## REQUIRED ACTION
All records that follow are to be restated exactly.

## SUPPLIED INFORMATION

describe('extractXi', () => {
  it('finds the dense core inside the looser patch, and the separate patches', () => {
    for (const seed of [7, 8, 9]) {
      const { p, group } = nestedSet(seed);
      const res = optics(p, { maxEpsMeters: 3000, minPoints: 10 });
      const { clustering, clusters } = extractXi(res, { xi: 0.05 });
      const pos = new Int32Array(p.n);
      res.order.forEach((id, k) => (pos[id] = k));
      /** share of group g's points that lie in ξ cluster c */
      const share = (c: { start: number; end: number }, g: number): number => {
        let k = 0, t = 0;
        for (let i = 0; i < p.n; i++) {
          if (group[i] !== g) continue;
          t++;
          if (pos[i] >= c.start && pos[i] <= c.end) k++;
        }
        return k / t;
      };
      // the dense core on its own (at most a fringe of the looser patch)
      expect(clusters.some((c) => share(c, 0) > 0.95 && share(c, 1) < 0.3 && share(c, 2) === 0 && share(c, 3) === 0)).toBe(true);
      // its parent: the dense core with the looser patch around it, without the separate patches
      expect(clusters.some((c) => share(c, 0) > 0.95 && share(c, 1) > 0.9 && share(c, 2) === 0 && share(c, 3) === 0)).toBe(true);
      // each separate patch whole, alone
      for (const g of [2, 3]) {
        expect(clusters.some((c) => share(c, g) > 0.95 && [0, 1, 2, 3].every((h) => h === g || share(c, h) === 0))).toBe(true);
      }
      // flat labels never mix the three places (dense core + loose patch, east patch, west patch)
      const place = (g: number): number => (g <= 1 ? 0 : g);
      const placeOfLabel = new Map<number, number>();
      for (let i = 0; i < p.n; i++) {
        const l = clustering.labels[i];
        if (l < 0 || group[i] === 4) continue;
        if (placeOfLabel.has(l)) expect(placeOfLabel.get(l)).toBe(place(group[i]));
        else placeOfLabel.set(l, place(group[i]));
      }
      // most background points are noise
      let bgNoise = 0, bg = 0;
      for (let i = 0; i < p.n; i++) {
        if (group[i] !== 4) continue;
        bg++;
        if (clustering.labels[i] === -1) bgNoise++;
      }
      expect(bgNoise / bg).toBeGreaterThan(0.5);
    }
  });

  it('labels the leaf clusters only, leaving points of a parent in none of its children as noise, numbered by lowest point id', () => {
    const { p } = nestedSet(8);
    const res = optics(p, { maxEpsMeters: 3000, minPoints: 10 });
    const { clustering, clusters } = extractXi(res, { xi: 0.05 });
    const pos = new Int32Array(p.n);
    res.order.forEach((id, k) => (pos[id] = k));
    const inside = (a: { start: number; end: number }, b: { start: number; end: number }): boolean => a !== b && a.start >= b.start && a.end <= b.end;
    // the set has a parent (the dense core inside its looser patch), so there is something to leave out
    expect(clusters.some((c) => clusters.some((d) => inside(d, c)))).toBe(true);
    for (const c of clusters) {
      // source: scikit-learn `_extract_xi_labels`: a ξ cluster is labelled only when none of its
      // points is already labelled by a shorter one, i.e. it holds no other ξ cluster
      const isLeaf = !clusters.some((d) => inside(d, c));
      expect(c.label >= 0).toBe(isLeaf);
    }
    let leftover = 0;
    for (let i = 0; i < p.n; i++) {
      const leaf = clusters.find((c) => c.label >= 0 && pos[i] >= c.start && pos[i] <= c.end);
      expect(clustering.labels[i]).toBe(leaf ? leaf.label : -1);
      if (!leaf && clusters.some((c) => pos[i] >= c.start && pos[i] <= c.end)) leftover++;
      const role = clustering.labels[i] < 0 ? ROLE_NOISE : res.coreDistance[i] < Infinity ? ROLE_CORE : ROLE_BORDER;
      expect(clustering.roles[i]).toBe(role);
    }
    expect(leftover).toBeGreaterThan(0);
    // labels 0..count-1 first appear in increasing point id
    let next = 0;
    for (let i = 0; i < p.n; i++) {
      const l = clustering.labels[i];
      if (l === next) next++;
      else expect(l).toBeLessThan(next);
    }
    expect(next).toBe(clustering.count);
    for (const c of clusters) expect(c.end - c.start + 1).toBeGreaterThanOrEqual(10);
  });

  it('honours minClusterSize and rejects bad ξ', () => {
    const { p } = nestedSet(9);
    const res = optics(p, { maxEpsMeters: 3000, minPoints: 10 });
    const big = extractXi(res, { xi: 0.05, minClusterSize: 150 });
    for (const c of big.clusters) expect(c.end - c.start + 1).toBeGreaterThanOrEqual(150);
    expect(big.clustering.count).toBeLessThan(extractXi(res, { xi: 0.05 }).clustering.count);
    expect(() => extractXi(res, { xi: 0 })).toThrow(/xi/);
    expect(() => extractXi(res, { xi: 1.5 })).toThrow(/xi/);
    expect(() => extractXi(res, { xi: 0.1, minClusterSize: 1 })).toThrow(/minClusterSize/);
  });
});
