# -- the converter ---------------------------------------------------------------------------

## WRITTEN REPLY
describe('extractXi', () => {
  it('finds the dense core inside the looser patch, and the separate patches', () => {
    for (const seed of [7, 8, 9]) {
      const { p, group } = nestedSet(seed);
      const res = optics(p, { maxEpsMeters: 3000, minPoints: 10 });
      const { clustering, clusters } = extractXi(res, { xi: 0.05 });
      const pos = new Int32Array(p.n);
      res.order.forEach((id, k) => (pos[id] = k));
      /** share of group g's points that lie in ξ cluster c */
      const share = (c: { start: number; end: number }, g: number): number => {
        let k = 0, t = 0;
        for (let i = 0; i < p.n; i++) {
          if (group[i] !== g) continue;
          t++;
          if (pos[i] >= c.start && pos[i] <= c.end) k++;
        }
        return k / t;
      };
      // the dense core on its own (at most a fringe of the looser patch)
      expect(clusters.some((c) => share(c, 0) > 0.95 && share(c, 1) < 0.3 && share(c, 2) === 0 && share(c, 3) === 0)).toBe(true);
      // its parent: the dense core with the looser patch around it, without the separate patches
      expect(clusters.some((c) => share(c, 0) > 0.95 && share(c, 1) > 0.9 && share(c, 2) === 0 && share(c, 3) === 0)).toBe(true);
      // each separate patch whole, alone
      for (const g of [2, 3]) {
        expect(clusters.some((c) => share(c, g) > 0.95 && [0, 1, 2, 3].every((h) => h === g || share(c, h) === 0))).toBe(true);
      }
      // flat labels never mix the three places (dense core + loose patch, east patch, west patch)
      const place = (g: number): number => (g <= 1 ? 0 : g);
      const placeOfLabel = new Map<number, number>();
      for (let i = 0; i < p.n; i++) {
        const l = clustering.labels[i];
        if (l < 0 || group[i] === 4) continue;
        if (placeOfLabel.has(l)) expect(placeOfLabel.get(l)).toBe(place(group[i]));
        else placeOfLabel.set(l, place(group[i]));
      }
      // most background points are noise
      let bgNoise = 0, bg = 0;
      for (let i = 0; i < p.n; i++) {
        if (group[i] !== 4) continue;
        bg++;
        if (clustering.labels[i] === -1) bgNoise++;
      }
      expect(bgNoise / bg).toBeGreaterThan(0.5);
    }
  });

  it('labels the leaf clusters only, leaving points of a parent in none of its children as noise, numbered by lowest point id', () => {
    const { p } = nestedSet(8);
    const res = optics(p, { maxEpsMeters: 3000, minPoints: 10 });
    const { clustering, clusters } = extractXi(res, { xi: 0.05 });
    const pos = new Int32Array(p.n);
    res.order.forEach((id, k) => (pos[id] = k));
    const inside = (a: { start: number; end: number }, b: { start: number; end: number }): boolean => a !== b && a.start >= b.start && a.end <= b.end;
    // the set has a parent (the dense core inside its looser patch), so there is something to leave out
    expect(clusters.some((c) => clusters.some((d) => inside(d, c)))).toBe(true);
    for (const c of clusters) {
      // source: scikit-learn `_extract_xi_labels`: a ξ cluster is labelled only when none of its
      // points is already labelled by a shorter one, i.e. it holds no other ξ cluster
      const isLeaf = !clusters.some((d) => inside(d, c));
      expect(c.label >= 0).toBe(isLeaf);
    }
    let leftover = 0;
    for (let i = 0; i < p.n; i++) {
      const leaf = clusters.find((c) => c.label >= 0 && pos[i] >= c.start && pos[i] <= c.end);
      expect(clustering.labels[i]).toBe(leaf ? leaf.label : -1);
      if (!leaf && clusters.some((c) => pos[i] >= c.start && pos[i] <= c.end)) leftover++;
      const role = clustering.labels[i] < 0 ? ROLE_NOISE : res.coreDistance[i] < Infinity ? ROLE_CORE : ROLE_BORDER;
      expect(clustering.roles[i]).toBe(role);
    }
    expect(leftover).toBeGreaterThan(0);
    // labels 0..count-1 first appear in increasing point id
    let next = 0;
    for (let i = 0; i < p.n; i++) {
      const l = clustering.labels[i];
      if (l === next) next++;
      else expect(l).toBeLessThan(next);
    }
    expect(next).toBe(clustering.count);
    for (const c of clusters) expect(c.end - c.start + 1).toBeGreaterThanOrEqual(10);
  });

  it('honours minClusterSize and rejects bad ξ', () => {
    const { p } = nestedSet(9);
    const res = optics(p, { maxEpsMeters: 3000, minPoints: 10 });
    const big = extractXi(res, { xi: 0.05, minClusterSize: 150 });
    for (const c of big.clusters) expect(c.end - c.start + 1).toBeGreaterThanOrEqual(150);
    expect(big.clustering.count).toBeLessThan(extractXi(res, { xi: 0.05 }).clustering.count);
    expect(() => extractXi(res, { xi: 0 })).toThrow(/xi/);
    expect(() => extractXi(res, { xi: 1.5 })).toThrow(/xi/);
    expect(() => extractXi(res, { xi: 0.1, minClusterSize: 1 })).toThrow(/minClusterSize/);
  });
});
# -- the converter ---------------------------------------------------------------------------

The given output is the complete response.